🤖 AI Summary
This work addresses the lack of effective defenses against security risks—such as backdoor attacks and jailbreaking—introduced during instruction tuning of large language models (LLMs). We propose SWAT, a secure fine-tuning strategy. Methodologically, SWAT conducts the first systematic, module-level analysis of parameter influence on safety-feature-space drift and introduces an “early-stage learning load transfer” mechanism. It warm-starts with a robust module subset (Mods_Rob) to capture foundational safety features, then performs full-parameter fine-tuning while dynamically freezing non-robust modules to suppress vulnerabilities. SWAT forms a plug-and-play, pretraining- and post-training-compatible security fine-tuning framework. Experiments across multiple datasets, models, and attack scenarios demonstrate that SWAT significantly reduces attack success rates, incurs near-zero task performance degradation, and synergistically enhances existing defense methods.
📝 Abstract
Instruction fine-tuning has emerged as a critical technique for customizing Large Language Models (LLMs) to specific applications.

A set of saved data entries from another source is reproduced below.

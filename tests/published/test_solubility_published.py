"""Solubilities and soil densities against print, each with its source."""

from __future__ import annotations

import periodictable
import pytest

from schorl.agronomy.caps import (
    ABSOLUTE_ALFALFA_KG_HA,
    ABSOLUTE_PASS_KG_HA,
    ABSOLUTE_SEASON_KG_HA,
)
from schorl.agronomy.soil_mass import bulk_density_g_cm3
from schorl.agronomy.tables import limit, table
from schorl.machinery.solids import saturation_g_l, saturation_rows, solid_named
from schorl.machinery.tables import table as machine_table

BORAX = periodictable.formula("Na2B4O7(H2O)10").mass
ANHYDROUS = periodictable.formula("Na2B4O7").mass
ACID = periodictable.formula("H3BO3").mass
OXIDE = periodictable.formula("B2O3").mass


def share(name: str) -> float:
    """A row's % w/w of the saturated solution."""
    row = machine_table("solubility")[name]
    assert row["unit"].startswith("% w/w")
    return float(row["value"])


def grams(compound: str, celsius: float) -> float:
    solid = solid_named(compound)
    assert solid is not None
    return saturation_g_l(solid, celsius)


def test_boric_acid_from_its_oxide():
    """Fu et al. 2020, J. Chem., 6687742, table 1, point A: 3.06 % B2O3 at 25 °C (another 3.25)."""
    printed = 3.06 * 2 * ACID / OXIDE
    assert share("boric-acid-25 (system)") == pytest.approx(printed, abs=0.01)
    assert printed == pytest.approx(share("boric-acid-25"), rel=0.01)


def test_eutectics():
    """Abstract of an American Chemical Society paper in the repository of Istanbul Technical
    University: 2.37 ± 0.07 % boric acid at -0.61 °C, 1.05 % Na2B4O7 at -0.3 °C."""
    slope = (share("boric-acid-5") - share("boric-acid-0")) / 5
    assert share("boric-acid-0") == pytest.approx(2.37 + 0.61 * slope, abs=2 * 0.07)
    assert share("borax-eutectic") == pytest.approx(1.05 * BORAX / ANHYDROUS, abs=0.005)
    assert share("borax-0") == pytest.approx(share("borax-eutectic"), abs=0.02)


def test_the_octaborate_point_is_held_by_its_sodium():
    """Fu et al. 2020, point E2: 2.73 % Na2O and 12.73 % B2O3 at 25 °C. Octaborate carries one Na2O."""
    octaborate = periodictable.formula("Na2B8O13(H2O)4").mass
    by_sodium = 2.73 * octaborate / periodictable.formula("Na2O").mass
    by_boron = 12.73 * octaborate / (4 * OXIDE)
    assert share("octaborate-25") == pytest.approx(min(by_sodium, by_boron), abs=0.05)


@pytest.mark.parametrize(("celsius", "printed"), [(19, 4.52), (20, 4.71), (21, 4.94)])
def test_borax_near_room_temperature(celsius, printed):
    """A photographer's table of borax between 19 and 21 °C (second-hand; its source not named)."""
    solid = solid_named("borax")
    volume = (1 - printed / 100) + printed / 100 / solid.density_g_cm3
    assert grams("borax", celsius) == pytest.approx(10 * printed / volume, rel=0.01)


def test_borax_as_a_pharmacopoeia_has_it():
    """1 part in 16 of water at room temperature: 5.9 %."""
    assert share("borax-25 (compendium)") == pytest.approx(100 / 17, abs=0.05)
    assert grams("borax", 25) == pytest.approx(60, rel=0.05)


@pytest.mark.parametrize("celsius", [0, 10, 20, 30, 40])
def test_pentahydrate_is_the_same_salt(celsius):
    """Same boron in the same water, from atomic weights of the periodictable package."""
    pentahydrate = periodictable.formula("Na2B4O7(H2O)5").mass
    in_water = share(f"borax-{celsius}") * pentahydrate / BORAX
    assert share(f"pentahydrate-{celsius}") == pytest.approx(in_water, abs=0.02)


#: A public data base of properties of substances, entry of boric acid (second-hand): g in 100 g of
#: water by °C.
ACID_BY_DATA_BASE = {0: 2.77, 10: 3.65, 20: 4.87, 25: 5.74, 30: 6.77, 40: 8.90}


@pytest.mark.parametrize(("celsius", "printed"), ACID_BY_DATA_BASE.items())
def test_recalled_boric_acid_against_a_data_base(celsius, printed):
    """The recalled row is never more than 2 % above what another compilation has."""
    witness = 100 * printed / (100 + printed)
    assert 0.93 * witness < share(f"boric-acid-{celsius}") < 1.02 * witness


@pytest.mark.parametrize("compound", ["boric acid", "borax", "pentahydrate", "octaborate"])
def test_warmer_water_never_holds_less(compound):
    held = [grams(compound, celsius) for celsius in range(-2, 46)]
    assert held == sorted(held)


def test_the_rows_behind_a_mix_are_those_around_its_temperature():
    acid = solid_named("boric acid")
    assert saturation_rows(acid, 12) == ("boric-acid-10", "boric-acid-15")
    assert saturation_rows(acid, 10) == ("boric-acid-10",)
    assert saturation_rows(acid, 60) == ("boric-acid-40",)
    assert saturation_rows(acid, -5) == ("boric-acid-eutectic",)


#: Saxton and Rawls 2006, Soil Sci. Soc. Am. J. 70:1569-1578, table 3, matric density at 2.5 %
#: organic matter (recalled).
MATRIC = {
    "sand": 1.43, "loamy sand": 1.43, "sandy loam": 1.46, "loam": 1.43, "silt loam": 1.38,
    "silt": 1.38, "sandy clay loam": 1.50, "clay loam": 1.39, "silty clay loam": 1.30,
    "silty clay": 1.26, "sandy clay": 1.47, "clay": 1.33,
}  # fmt: skip


@pytest.mark.parametrize("row", table("textures"), ids=lambda row: row["id"])
def test_density_of_every_texture_class(row):
    ours = bulk_density_g_cm3(float(row["sand_pct"]), float(row["clay_pct"]), 2.5)
    assert float(ours) == pytest.approx(MATRIC[row["id"]], abs=0.011)


def test_the_limits_in_code_are_those_the_table_explains():
    assert limit("absolute-season") == ABSOLUTE_SEASON_KG_HA
    assert limit("absolute-pass") == ABSOLUTE_PASS_KG_HA
    assert limit("absolute-alfalfa") == ABSOLUTE_ALFALFA_KG_HA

However, recent studies have highlighted significant security vulnerabilities in fine-tuned LLMs. Existing defense efforts focus more on pre-training and post-training methods, yet there remains underexplored in in-training methods. To fill this gap, we introduce a novel secure-tuning strategy called SWAT. By analyzing how module-level parameters (e.g. Q/K/V/O) affect the security feature space drift, we identify a robust subset of modules, termed Mods_Rob. Our SWAT strategy begins by warming up Mods_Rob to capture low-level features with minimal security risks, followed by training all parameters to achieve optimal task performance. Essentially, this strategy shifts the early learning burden more from global parameters to Mods_Rob, reducing update magnitudes of the non-robust subset. Across various datasets, scenarios, and LLMs, our strategy has demonstrated significant success in mitigating security risks while preserving task performance. Importantly, it can be seamlessly integrated with pre-training and post-training methods, leading to greater improvements.